Это значительно облегчило Государству установление контроля над этой индустрией. Ему потребовалось лишь организовать из своих бюрократов отдел, отвечающий за «сношения со свободно-рыночными организациями», и привлечь НПО (неправительственные организации), выступающие за «ограниченное правительство», конференциями, приглашениями, спонсорством, грантами, перспективами финансирования и трудоустройства. Без каких-либо угроз, всего лишь этими мерами была обеспечена покладистость индустрии свободно-рыночных аналитических центров и связанных с ними интеллектуалов. Рыночный спрос на интеллектуальные услуги низок и непостоянен, а это значит, что интеллектуалов можно купить задешево!
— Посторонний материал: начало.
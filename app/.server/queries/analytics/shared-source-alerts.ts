import { and, count, eq, inArray, isNotNull } from "drizzle-orm";
import { analyseMetalHistory } from "@analysis/metals/episodes";
import { METALS, type Metal } from "@analysis/metals/reading";
import { sharedSourceAlerts, type SharedSourceAlert } from "@analysis/metals/shared-source";
import { isoInstant } from "~/lib/analytics/json";
import { db } from "../../db/client";
import { fillSources, pools } from "../../db/schema";
import type { Scope } from "../../guard";
import { poolsInScope } from "../scope";
import { metalReadings } from "../metal-readings";
import { poolProfiles } from "./rows";
import type { AnalyticsParams } from "./window";

export type SourceAlert = {
  fillSourceId: number;
  sourceName: string;
  sourceKind: string;
  metal: Metal;
  firstOpeningAt: string;
  lastOpeningAt: string;
  /** Pools on the source that opened an episode in the cluster (company-wide). */
  poolCount: number;
  activePools: number;
  poolsRequired: number;
  /** Only the pools in the member's scope are named; the rest are counted. */
  pools: Array<{ poolId: number; street: string }>;
  poolsOutsideScope: number;
};

export type SharedSourceAlerts = { alerts: SourceAlert[]; sourcesWatched: number };

/**
 * Shared-source alerts for the fill sources of the member's pools.
 *
 * The rule counts every pool on a source, so it is computed on the whole
 * company's pools of those sources, not just a technician's routes; what
 * leaves this function names only the pools in the member's scope and
 * counts the others, so no other route's customer is revealed.
 */
export async function sharedSourceAlertList(
  scope: Scope,
  params: AnalyticsParams & { sourceIds?: readonly number[] },
): Promise<SharedSourceAlerts> {
  const visibleSources = await db()
    .selectDistinct({ id: pools.fillSourceId })
    .from(pools)
    .where(
      and(
        poolsInScope(scope),
        isNotNull(pools.fillSourceId),
        params.sourceIds ? inArray(pools.fillSourceId, [...params.sourceIds]) : undefined,
      ),
    );
  const sourceIds = visibleSources.map((s) => s.id!).filter((id) => id !== null);
  if (sourceIds.length === 0) return { alerts: [], sourcesWatched: 0 };

  const companyScope: Scope = { ...scope, routeIds: null };
  const [sourcePools, sources, active] = await Promise.all([
    db()
      .select({ id: pools.id })
      .from(pools)
      .where(and(eq(pools.companyId, scope.companyId), inArray(pools.fillSourceId, sourceIds))),
    db()
      .select({ id: fillSources.id, name: fillSources.name, kind: fillSources.kind })
      .from(fillSources)
      .where(and(eq(fillSources.companyId, scope.companyId), inArray(fillSources.id, sourceIds))),
    db()
      .select({ sourceId: pools.fillSourceId, n: count() })
      .from(pools)
      .where(and(eq(pools.companyId, scope.companyId), eq(pools.active, true), inArray(pools.fillSourceId, sourceIds)))
      .groupBy(pools.fillSourceId),
  ]);
  const poolIds = sourcePools.map((p) => p.id);
  const metals = params.metal ? [params.metal] : METALS;
  const [readings, book, visible] = await Promise.all([
    metalReadings({ scope: companyScope }, { window: params.window, metals, poolIds }),
    poolProfiles(companyScope, { poolIds }),
    db().select({ id: pools.id, street: pools.street }).from(pools).where(and(poolsInScope(scope), inArray(pools.id, poolIds))),
  ]);
  const history = analyseMetalHistory(readings, { thresholds: params.thresholds, metals });
  const activePools = new Map(active.map((a) => [String(a.sourceId), a.n]));
  const found = sharedSourceAlerts(history.episodes, book.profiles, { activePools });
  return { alerts: found.map((a) => describe(a, sources, visible)).reverse(), sourcesWatched: sourceIds.length };
}

function describe(
  alert: SharedSourceAlert,
  sources: ReadonlyArray<{ id: number; name: string; kind: string }>,
  visible: ReadonlyArray<{ id: number; street: string }>,
): SourceAlert {
  const source = sources.find((s) => String(s.id) === alert.fillSourceId);
  const streets = new Map(visible.map((p) => [String(p.id), p.street]));
  const named = alert.poolIds.filter((id) => streets.has(id));
  return {
    fillSourceId: Number(alert.fillSourceId),
    sourceName: source?.name ?? "",
    sourceKind: source?.kind ?? "other",
    metal: alert.metal,
    firstOpeningAt: isoInstant(alert.firstOpeningAt)!,
    lastOpeningAt: isoInstant(alert.lastOpeningAt)!,
    poolCount: alert.poolIds.length,
    activePools: alert.activePools,
    poolsRequired: alert.poolsRequired,
    pools: named.map((id) => ({ poolId: Number(id), street: streets.get(id)! })),
    poolsOutsideScope: alert.poolIds.length - named.length,
  };
}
При этом сотрудничество со «свободно-рыночной» индустрией укрепляет легитимность и респектабельность Государства, как «экономически просвещенного» института, еще больше расчищая тем самым пространство для роста Государства.

По сути, как и со всеми прочими так называемым НПО (неправительственными организациями), Государству удалось превратить индустрию «ограниченного правительства» в еще один механизм своего возвышения.

Вывод, который я сделал из своего опыта сотрудничества с обществом «Мон Пелерин», состоит в том, что для ограничения власти государства необходима абсолютно другая стратегия. Общение с Государством, поиск доступа к нему, попытки «хождений через существующие госинституты» вполне рациональны — для социалистов или социал-демократов, потому что левые желают увеличить мощь государства. Леваки желают именно того, что государство и так расположено осуществлять в любом случае просто в силу своей природы территориальной монополии на «закон и порядок».

Но эта стратегия неэффективна и даже контрпродуктивна для тех, кто стремится ослабить власть Государства. При этом неважно, как именно ослабить: либо убрать его полностью, чтобы возник безгосударственный естественный порядок, либо свернуть его «значительно» или «радикально», чтобы всего лишь восстановить статус-кво «славных» или «золотых» времен.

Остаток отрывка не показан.